WORK TO BE COMPLETED
Going down the data below, set down exactly the line with "if number == signal.SIGINT" and each line after it through the line with "nodes = lattice.nx"; no other lines.

DATA PROVIDED
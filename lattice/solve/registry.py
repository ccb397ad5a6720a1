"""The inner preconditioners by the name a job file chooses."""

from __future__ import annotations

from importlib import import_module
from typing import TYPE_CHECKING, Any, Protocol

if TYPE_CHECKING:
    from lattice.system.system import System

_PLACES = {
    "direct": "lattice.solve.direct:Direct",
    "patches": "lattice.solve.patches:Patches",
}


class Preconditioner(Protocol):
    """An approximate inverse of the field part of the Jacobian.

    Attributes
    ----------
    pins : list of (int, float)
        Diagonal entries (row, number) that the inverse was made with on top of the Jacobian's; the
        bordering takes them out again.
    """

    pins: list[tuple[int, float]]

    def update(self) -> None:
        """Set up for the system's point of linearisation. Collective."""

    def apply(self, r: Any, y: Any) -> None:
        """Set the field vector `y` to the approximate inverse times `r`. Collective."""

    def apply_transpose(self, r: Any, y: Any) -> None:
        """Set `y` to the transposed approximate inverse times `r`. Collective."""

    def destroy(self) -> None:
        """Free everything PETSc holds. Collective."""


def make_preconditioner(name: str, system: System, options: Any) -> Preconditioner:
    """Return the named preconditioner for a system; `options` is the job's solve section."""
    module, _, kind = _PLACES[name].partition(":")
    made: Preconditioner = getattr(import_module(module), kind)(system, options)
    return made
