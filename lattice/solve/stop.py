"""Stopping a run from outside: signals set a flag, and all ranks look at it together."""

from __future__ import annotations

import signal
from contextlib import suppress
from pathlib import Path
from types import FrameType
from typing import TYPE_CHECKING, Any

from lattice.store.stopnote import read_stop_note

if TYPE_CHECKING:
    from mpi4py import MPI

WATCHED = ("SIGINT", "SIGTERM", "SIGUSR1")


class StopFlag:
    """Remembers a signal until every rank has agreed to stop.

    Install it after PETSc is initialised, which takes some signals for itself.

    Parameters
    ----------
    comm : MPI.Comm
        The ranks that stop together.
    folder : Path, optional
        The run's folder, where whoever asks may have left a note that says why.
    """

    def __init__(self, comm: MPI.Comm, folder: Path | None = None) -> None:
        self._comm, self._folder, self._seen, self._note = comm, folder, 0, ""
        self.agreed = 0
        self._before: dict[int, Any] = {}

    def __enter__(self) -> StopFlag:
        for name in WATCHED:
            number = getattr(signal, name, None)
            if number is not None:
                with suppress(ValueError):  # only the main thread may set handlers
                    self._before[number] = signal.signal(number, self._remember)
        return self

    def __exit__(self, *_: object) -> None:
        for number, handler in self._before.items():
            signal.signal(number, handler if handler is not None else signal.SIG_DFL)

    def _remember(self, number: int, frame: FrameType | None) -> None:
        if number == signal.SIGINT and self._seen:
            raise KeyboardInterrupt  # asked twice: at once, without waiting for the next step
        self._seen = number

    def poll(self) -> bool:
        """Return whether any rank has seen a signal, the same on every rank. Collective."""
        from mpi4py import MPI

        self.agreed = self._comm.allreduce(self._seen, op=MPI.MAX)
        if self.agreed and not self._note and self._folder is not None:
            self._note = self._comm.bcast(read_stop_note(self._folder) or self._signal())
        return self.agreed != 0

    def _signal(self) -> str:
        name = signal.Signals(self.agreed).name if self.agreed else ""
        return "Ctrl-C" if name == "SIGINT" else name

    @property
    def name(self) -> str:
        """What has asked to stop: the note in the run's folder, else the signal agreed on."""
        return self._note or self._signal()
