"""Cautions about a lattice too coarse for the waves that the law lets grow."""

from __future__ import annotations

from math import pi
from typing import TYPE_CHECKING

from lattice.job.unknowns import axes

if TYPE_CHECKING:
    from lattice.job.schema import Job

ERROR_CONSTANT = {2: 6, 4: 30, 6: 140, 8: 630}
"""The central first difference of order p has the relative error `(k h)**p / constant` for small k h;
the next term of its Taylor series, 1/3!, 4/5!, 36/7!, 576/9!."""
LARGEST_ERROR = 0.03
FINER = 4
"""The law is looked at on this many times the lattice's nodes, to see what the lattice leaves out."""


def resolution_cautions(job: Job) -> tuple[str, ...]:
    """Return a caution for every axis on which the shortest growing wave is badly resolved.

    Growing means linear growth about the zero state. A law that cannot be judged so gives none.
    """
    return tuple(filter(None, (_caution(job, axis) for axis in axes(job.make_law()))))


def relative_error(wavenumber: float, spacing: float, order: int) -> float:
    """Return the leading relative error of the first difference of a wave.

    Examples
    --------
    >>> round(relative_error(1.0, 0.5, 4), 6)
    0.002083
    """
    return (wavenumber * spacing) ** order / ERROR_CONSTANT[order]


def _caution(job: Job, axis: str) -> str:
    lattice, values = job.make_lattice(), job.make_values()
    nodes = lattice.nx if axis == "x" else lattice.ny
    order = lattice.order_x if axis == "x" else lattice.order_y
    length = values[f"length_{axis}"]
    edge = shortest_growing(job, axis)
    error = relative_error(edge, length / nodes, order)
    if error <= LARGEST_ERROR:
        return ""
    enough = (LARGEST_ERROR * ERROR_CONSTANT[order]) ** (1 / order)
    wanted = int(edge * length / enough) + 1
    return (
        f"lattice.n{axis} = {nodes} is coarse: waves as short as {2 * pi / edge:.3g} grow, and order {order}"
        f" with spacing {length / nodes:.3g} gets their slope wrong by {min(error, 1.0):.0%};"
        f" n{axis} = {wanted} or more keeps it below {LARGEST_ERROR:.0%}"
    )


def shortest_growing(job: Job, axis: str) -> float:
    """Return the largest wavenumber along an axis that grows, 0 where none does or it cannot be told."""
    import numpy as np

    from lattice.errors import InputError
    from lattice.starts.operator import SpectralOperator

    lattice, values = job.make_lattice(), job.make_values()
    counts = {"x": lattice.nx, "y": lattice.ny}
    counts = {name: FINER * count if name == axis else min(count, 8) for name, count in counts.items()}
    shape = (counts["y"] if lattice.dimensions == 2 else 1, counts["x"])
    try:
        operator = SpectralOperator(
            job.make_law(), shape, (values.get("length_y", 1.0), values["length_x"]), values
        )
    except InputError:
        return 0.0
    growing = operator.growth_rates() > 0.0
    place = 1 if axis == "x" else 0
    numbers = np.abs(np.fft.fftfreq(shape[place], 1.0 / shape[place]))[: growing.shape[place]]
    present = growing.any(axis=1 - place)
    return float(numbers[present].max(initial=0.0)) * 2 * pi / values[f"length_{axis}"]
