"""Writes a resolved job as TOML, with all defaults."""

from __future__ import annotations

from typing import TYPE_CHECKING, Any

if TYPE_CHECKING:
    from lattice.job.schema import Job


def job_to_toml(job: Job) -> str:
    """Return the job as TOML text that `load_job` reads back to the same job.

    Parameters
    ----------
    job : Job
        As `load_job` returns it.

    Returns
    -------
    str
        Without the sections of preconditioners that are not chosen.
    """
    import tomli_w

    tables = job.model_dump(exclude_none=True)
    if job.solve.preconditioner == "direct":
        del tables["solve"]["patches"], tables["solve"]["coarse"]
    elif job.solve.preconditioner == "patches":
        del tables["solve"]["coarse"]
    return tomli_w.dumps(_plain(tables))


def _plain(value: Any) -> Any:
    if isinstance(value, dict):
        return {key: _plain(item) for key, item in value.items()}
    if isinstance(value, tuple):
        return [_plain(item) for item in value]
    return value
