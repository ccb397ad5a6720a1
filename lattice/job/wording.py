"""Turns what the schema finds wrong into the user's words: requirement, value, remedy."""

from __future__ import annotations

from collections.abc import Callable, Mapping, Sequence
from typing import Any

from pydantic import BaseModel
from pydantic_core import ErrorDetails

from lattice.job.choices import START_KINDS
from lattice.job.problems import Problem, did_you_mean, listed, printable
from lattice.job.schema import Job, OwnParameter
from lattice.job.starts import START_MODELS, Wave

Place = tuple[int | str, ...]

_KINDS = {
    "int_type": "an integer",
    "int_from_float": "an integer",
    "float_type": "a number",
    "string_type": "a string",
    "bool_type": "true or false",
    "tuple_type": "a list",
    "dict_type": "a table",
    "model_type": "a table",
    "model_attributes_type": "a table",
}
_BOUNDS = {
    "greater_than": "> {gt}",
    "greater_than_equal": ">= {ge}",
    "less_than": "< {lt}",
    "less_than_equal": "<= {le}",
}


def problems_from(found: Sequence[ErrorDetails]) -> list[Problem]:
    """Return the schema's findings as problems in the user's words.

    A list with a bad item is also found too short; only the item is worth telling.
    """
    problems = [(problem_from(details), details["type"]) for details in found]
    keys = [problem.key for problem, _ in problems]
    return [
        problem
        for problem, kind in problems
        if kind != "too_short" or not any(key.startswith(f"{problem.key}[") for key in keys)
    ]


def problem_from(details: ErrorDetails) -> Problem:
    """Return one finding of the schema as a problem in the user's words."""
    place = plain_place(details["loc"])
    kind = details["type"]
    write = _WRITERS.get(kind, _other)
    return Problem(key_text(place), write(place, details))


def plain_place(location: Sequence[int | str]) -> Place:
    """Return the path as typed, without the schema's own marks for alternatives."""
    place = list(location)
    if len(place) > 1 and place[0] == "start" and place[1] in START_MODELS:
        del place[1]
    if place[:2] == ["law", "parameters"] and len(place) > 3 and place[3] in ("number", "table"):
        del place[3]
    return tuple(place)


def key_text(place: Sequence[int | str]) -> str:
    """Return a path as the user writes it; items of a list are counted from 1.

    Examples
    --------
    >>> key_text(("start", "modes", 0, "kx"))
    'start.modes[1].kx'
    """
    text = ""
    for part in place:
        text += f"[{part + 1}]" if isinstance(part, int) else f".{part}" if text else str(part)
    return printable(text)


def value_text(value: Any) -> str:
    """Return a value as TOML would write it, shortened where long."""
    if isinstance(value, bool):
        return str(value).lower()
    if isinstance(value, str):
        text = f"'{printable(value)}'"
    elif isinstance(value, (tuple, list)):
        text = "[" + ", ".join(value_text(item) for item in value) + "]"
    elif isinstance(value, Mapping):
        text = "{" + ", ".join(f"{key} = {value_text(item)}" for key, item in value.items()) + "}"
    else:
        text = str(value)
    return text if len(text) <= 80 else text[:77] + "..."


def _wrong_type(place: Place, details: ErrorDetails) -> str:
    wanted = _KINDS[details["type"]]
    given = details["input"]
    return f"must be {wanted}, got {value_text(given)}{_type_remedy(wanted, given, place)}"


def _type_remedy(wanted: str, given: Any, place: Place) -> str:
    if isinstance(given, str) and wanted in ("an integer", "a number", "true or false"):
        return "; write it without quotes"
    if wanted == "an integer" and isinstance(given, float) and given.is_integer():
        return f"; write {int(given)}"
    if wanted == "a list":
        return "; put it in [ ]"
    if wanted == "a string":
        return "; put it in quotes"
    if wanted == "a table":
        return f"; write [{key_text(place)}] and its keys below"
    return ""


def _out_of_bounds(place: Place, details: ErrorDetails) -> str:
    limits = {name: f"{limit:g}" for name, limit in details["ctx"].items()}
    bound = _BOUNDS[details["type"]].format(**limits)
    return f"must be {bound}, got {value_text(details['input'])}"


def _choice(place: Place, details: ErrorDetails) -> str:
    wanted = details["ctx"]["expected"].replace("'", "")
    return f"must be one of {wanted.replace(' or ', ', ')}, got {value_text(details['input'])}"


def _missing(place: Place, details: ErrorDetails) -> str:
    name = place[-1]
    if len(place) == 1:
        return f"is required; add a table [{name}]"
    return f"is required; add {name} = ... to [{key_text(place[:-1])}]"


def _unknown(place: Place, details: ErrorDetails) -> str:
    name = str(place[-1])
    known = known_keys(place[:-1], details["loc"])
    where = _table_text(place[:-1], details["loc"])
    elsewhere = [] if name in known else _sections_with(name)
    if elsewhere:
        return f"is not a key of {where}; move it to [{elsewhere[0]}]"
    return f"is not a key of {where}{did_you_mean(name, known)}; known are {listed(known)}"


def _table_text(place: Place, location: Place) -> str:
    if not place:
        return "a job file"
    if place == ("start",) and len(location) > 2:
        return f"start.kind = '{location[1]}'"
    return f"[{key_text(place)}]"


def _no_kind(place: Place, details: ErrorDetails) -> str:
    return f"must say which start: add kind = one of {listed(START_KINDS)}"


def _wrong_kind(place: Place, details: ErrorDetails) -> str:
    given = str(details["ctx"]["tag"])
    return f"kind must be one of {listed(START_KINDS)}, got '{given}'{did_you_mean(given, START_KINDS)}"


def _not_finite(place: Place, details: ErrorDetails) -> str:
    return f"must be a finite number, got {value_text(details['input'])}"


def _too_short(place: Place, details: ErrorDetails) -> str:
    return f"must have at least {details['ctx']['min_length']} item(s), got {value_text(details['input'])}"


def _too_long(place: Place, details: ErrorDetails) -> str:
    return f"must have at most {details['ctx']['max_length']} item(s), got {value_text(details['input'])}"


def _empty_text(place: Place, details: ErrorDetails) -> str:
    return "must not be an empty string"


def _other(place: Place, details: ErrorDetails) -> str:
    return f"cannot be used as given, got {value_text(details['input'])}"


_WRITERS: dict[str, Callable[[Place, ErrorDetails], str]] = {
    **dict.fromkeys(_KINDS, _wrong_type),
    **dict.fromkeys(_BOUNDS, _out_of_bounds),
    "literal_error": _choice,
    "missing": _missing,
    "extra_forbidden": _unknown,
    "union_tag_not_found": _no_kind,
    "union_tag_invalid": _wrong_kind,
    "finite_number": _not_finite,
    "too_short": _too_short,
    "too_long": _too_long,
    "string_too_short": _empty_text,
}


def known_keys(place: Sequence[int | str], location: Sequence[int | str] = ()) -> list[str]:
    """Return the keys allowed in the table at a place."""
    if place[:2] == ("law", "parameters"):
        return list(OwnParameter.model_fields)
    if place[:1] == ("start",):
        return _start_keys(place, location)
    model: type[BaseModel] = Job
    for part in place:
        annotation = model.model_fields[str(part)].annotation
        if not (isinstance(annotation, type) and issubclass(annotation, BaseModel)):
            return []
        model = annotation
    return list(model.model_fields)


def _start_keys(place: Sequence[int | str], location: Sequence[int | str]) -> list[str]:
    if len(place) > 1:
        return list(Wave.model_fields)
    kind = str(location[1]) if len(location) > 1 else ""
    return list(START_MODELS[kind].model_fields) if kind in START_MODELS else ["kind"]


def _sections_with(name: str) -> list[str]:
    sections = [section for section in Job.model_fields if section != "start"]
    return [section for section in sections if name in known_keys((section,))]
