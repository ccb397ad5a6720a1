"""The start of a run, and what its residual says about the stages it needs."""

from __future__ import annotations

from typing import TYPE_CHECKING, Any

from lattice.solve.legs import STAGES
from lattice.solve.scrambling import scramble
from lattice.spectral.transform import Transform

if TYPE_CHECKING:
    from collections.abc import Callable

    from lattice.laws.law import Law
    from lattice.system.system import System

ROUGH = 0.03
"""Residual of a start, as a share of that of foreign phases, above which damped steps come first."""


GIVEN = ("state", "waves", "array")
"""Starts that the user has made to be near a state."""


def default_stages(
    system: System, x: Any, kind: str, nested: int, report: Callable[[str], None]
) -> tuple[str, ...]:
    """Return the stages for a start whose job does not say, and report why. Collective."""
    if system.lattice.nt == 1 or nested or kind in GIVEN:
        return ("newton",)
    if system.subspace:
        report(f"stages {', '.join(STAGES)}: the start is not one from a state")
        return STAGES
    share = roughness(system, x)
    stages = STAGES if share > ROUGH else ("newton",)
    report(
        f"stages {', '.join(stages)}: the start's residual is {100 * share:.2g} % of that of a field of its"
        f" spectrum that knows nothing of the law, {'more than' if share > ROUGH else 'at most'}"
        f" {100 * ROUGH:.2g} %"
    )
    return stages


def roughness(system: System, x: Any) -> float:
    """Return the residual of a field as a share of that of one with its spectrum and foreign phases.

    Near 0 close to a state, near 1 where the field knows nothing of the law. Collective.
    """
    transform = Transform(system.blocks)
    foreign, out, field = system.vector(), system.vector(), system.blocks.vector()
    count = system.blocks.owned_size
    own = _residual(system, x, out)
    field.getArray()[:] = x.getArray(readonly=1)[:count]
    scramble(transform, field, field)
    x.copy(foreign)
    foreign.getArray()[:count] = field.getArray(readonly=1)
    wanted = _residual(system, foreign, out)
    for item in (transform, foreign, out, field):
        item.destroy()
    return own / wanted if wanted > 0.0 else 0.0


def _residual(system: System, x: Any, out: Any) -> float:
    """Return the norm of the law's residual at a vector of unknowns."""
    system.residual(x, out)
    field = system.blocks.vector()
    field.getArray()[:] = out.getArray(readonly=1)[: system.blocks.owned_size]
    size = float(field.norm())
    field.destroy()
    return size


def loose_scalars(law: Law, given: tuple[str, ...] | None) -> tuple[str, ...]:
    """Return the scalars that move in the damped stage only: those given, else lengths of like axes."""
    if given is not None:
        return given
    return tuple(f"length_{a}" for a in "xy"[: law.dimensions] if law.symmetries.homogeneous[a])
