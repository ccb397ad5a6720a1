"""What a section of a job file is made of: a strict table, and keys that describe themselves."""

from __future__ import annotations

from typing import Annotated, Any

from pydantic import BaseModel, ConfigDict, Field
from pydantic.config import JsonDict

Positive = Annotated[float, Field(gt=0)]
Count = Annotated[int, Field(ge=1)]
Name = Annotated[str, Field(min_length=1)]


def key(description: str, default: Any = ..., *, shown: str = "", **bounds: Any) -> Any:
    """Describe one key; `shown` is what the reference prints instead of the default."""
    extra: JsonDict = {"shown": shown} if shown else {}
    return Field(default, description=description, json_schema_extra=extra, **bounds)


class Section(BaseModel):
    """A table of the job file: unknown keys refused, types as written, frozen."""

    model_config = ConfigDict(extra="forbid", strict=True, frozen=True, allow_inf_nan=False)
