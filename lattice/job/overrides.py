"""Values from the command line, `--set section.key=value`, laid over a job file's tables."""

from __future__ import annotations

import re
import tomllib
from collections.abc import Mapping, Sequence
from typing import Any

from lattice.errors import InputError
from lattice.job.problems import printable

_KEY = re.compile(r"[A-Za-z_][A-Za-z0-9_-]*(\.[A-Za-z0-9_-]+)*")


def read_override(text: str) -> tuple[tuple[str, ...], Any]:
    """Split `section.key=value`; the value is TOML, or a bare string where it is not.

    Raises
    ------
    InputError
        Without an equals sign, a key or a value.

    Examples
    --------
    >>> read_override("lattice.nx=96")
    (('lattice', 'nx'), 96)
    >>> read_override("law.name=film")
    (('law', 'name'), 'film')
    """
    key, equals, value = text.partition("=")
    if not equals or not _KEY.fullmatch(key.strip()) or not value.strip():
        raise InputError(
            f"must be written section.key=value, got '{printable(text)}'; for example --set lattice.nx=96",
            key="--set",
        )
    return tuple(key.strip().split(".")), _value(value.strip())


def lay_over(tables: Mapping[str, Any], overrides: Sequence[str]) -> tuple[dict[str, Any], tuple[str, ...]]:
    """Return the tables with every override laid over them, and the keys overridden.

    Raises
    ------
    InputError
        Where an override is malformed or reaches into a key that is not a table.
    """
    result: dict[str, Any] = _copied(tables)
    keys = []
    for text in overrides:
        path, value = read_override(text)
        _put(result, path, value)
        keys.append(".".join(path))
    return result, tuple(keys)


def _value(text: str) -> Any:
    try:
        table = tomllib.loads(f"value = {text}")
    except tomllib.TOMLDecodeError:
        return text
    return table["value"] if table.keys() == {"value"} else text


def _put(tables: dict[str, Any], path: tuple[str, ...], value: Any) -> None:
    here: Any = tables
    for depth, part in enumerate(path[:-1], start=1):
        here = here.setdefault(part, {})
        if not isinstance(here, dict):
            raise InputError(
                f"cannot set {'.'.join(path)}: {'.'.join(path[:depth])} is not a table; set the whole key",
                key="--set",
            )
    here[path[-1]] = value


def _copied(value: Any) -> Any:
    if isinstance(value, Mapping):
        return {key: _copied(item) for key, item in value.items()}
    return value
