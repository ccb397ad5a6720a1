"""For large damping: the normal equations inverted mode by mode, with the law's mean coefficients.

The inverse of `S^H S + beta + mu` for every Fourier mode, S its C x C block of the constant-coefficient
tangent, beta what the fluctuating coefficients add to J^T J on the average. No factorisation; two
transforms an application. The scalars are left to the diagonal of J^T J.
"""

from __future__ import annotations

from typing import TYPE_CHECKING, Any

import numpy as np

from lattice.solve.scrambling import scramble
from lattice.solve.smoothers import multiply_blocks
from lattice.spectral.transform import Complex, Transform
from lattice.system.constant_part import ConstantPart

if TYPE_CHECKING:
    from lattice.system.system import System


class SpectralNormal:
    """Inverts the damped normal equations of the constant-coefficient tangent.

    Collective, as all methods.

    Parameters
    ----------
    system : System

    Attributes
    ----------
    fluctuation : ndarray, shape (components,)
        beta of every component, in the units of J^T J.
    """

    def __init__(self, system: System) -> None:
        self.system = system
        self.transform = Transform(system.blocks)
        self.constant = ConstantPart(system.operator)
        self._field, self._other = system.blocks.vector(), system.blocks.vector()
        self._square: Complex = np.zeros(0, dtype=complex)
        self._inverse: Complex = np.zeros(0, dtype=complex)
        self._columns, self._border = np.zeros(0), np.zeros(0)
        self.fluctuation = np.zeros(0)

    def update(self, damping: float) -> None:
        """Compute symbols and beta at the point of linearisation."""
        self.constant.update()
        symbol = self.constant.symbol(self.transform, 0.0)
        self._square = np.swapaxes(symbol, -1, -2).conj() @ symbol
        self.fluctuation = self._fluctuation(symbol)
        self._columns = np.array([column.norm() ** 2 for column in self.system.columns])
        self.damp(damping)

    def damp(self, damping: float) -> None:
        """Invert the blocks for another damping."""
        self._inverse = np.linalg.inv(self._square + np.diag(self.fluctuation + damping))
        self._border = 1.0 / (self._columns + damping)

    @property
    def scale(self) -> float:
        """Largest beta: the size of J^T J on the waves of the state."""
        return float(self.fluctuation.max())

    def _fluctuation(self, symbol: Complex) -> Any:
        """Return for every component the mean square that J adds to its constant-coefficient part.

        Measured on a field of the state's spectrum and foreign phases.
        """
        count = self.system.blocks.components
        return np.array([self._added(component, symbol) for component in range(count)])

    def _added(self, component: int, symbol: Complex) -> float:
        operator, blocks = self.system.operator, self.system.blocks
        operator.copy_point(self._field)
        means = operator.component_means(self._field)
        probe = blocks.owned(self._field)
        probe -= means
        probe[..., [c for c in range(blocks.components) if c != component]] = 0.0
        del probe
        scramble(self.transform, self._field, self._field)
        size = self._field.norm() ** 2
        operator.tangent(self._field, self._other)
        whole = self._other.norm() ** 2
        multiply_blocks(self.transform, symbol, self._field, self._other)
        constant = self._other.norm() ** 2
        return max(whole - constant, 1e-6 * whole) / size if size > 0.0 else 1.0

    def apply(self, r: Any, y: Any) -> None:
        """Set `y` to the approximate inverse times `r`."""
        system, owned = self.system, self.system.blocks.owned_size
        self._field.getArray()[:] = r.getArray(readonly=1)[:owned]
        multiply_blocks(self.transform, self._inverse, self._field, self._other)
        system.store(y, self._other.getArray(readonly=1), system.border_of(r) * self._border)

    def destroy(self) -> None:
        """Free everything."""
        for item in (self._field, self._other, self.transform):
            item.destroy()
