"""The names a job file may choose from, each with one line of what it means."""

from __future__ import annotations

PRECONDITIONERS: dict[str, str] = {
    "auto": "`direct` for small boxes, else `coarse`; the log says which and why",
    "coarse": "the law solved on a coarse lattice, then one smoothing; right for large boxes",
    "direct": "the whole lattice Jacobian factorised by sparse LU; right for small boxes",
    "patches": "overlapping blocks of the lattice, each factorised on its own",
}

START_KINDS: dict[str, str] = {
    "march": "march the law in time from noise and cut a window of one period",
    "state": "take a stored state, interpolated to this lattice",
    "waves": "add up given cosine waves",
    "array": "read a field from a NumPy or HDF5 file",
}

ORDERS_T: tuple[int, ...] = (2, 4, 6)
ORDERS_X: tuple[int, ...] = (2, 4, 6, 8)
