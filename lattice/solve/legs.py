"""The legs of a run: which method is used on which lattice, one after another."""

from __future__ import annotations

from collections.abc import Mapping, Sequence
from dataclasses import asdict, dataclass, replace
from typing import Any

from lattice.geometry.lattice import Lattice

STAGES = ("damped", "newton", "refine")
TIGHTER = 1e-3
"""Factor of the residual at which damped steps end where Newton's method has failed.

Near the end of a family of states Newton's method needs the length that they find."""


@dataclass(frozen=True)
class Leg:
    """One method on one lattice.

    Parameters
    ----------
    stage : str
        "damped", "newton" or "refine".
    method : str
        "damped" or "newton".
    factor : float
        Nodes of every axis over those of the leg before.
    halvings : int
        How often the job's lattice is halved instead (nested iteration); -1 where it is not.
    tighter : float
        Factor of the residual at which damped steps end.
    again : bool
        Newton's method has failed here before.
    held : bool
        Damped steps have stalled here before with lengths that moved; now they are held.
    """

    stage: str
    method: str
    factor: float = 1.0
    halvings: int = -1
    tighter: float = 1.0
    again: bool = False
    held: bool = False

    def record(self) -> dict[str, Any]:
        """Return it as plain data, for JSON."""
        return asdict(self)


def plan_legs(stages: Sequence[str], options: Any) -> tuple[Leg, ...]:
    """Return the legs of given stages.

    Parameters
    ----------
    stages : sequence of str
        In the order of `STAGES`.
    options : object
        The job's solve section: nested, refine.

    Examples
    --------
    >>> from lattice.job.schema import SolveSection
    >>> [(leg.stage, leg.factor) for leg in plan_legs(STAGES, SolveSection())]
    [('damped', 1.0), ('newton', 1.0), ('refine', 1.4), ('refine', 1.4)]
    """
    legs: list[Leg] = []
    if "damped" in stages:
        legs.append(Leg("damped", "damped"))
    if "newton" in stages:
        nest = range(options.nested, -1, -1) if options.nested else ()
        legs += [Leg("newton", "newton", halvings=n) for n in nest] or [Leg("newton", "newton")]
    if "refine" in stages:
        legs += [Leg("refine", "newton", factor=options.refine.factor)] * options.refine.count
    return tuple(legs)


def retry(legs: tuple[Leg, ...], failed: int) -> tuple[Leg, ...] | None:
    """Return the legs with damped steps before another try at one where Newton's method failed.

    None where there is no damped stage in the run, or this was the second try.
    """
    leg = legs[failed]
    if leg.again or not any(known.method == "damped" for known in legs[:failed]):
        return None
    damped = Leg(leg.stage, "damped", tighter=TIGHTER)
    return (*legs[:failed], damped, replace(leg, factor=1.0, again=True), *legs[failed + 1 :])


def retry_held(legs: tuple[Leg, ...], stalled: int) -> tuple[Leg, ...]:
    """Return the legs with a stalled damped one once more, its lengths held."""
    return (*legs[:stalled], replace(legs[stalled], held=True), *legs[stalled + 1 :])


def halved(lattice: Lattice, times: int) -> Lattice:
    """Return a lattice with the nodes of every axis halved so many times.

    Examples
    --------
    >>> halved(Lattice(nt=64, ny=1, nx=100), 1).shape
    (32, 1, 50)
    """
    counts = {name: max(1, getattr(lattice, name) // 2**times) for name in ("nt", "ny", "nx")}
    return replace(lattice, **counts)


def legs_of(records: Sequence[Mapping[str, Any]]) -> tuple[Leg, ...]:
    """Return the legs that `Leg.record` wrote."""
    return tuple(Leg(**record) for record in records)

EXERCISE RESPONSE
        if number == signal.SIGINT and self._seen:
            raise KeyboardInterrupt  # asked twice: at once, without waiting for the next step
        self._seen = number

    def poll(self) -> bool:
        """Return whether any rank has seen a signal, the same on every rank. Collective."""
        from mpi4py import MPI

        self.agreed = self._comm.allreduce(self._seen, op=MPI.MAX)
        if self.agreed and not self._note and self._folder is not None:
            self._note = self._comm.bcast(read_stop_note(self._folder) or self._signal())
        return self.agreed != 0

    def _signal(self) -> str:
        name = signal.Signals(self.agreed).name if self.agreed else ""
        return "Ctrl-C" if name == "SIGINT" else name

    @property
    def name(self) -> str:
        """What has asked to stop: the note in the run's folder, else the signal agreed on."""
        return self._note or self._signal()
"""Cautions about a lattice too coarse for the waves that the law lets grow."""

from __future__ import annotations

from math import pi
from typing import TYPE_CHECKING

from lattice.job.unknowns import axes

if TYPE_CHECKING:
    from lattice.job.schema import Job

ERROR_CONSTANT = {2: 6, 4: 30, 6: 140, 8: 630}
"""The central first difference of order p has the relative error `(k h)**p / constant` for small k h;
the next term of its Taylor series, 1/3!, 4/5!, 36/7!, 576/9!."""
LARGEST_ERROR = 0.03
FINER = 4
"""The law is looked at on this many times the lattice's nodes, to see what the lattice leaves out."""


def resolution_cautions(job: Job) -> tuple[str, ...]:
    """Return a caution for every axis on which the shortest growing wave is badly resolved.

    Growing means linear growth about the zero state. A law that cannot be judged so gives none.
    """
    return tuple(filter(None, (_caution(job, axis) for axis in axes(job.make_law()))))


def relative_error(wavenumber: float, spacing: float, order: int) -> float:
    """Return the leading relative error of the first difference of a wave.

    Examples
    --------
    >>> round(relative_error(1.0, 0.5, 4), 6)
    0.002083
    """
    return (wavenumber * spacing) ** order / ERROR_CONSTANT[order]


def _caution(job: Job, axis: str) -> str:
    lattice, values = job.make_lattice(), job.make_values()
    nodes = lattice.nx if axis == "x" else lattice.ny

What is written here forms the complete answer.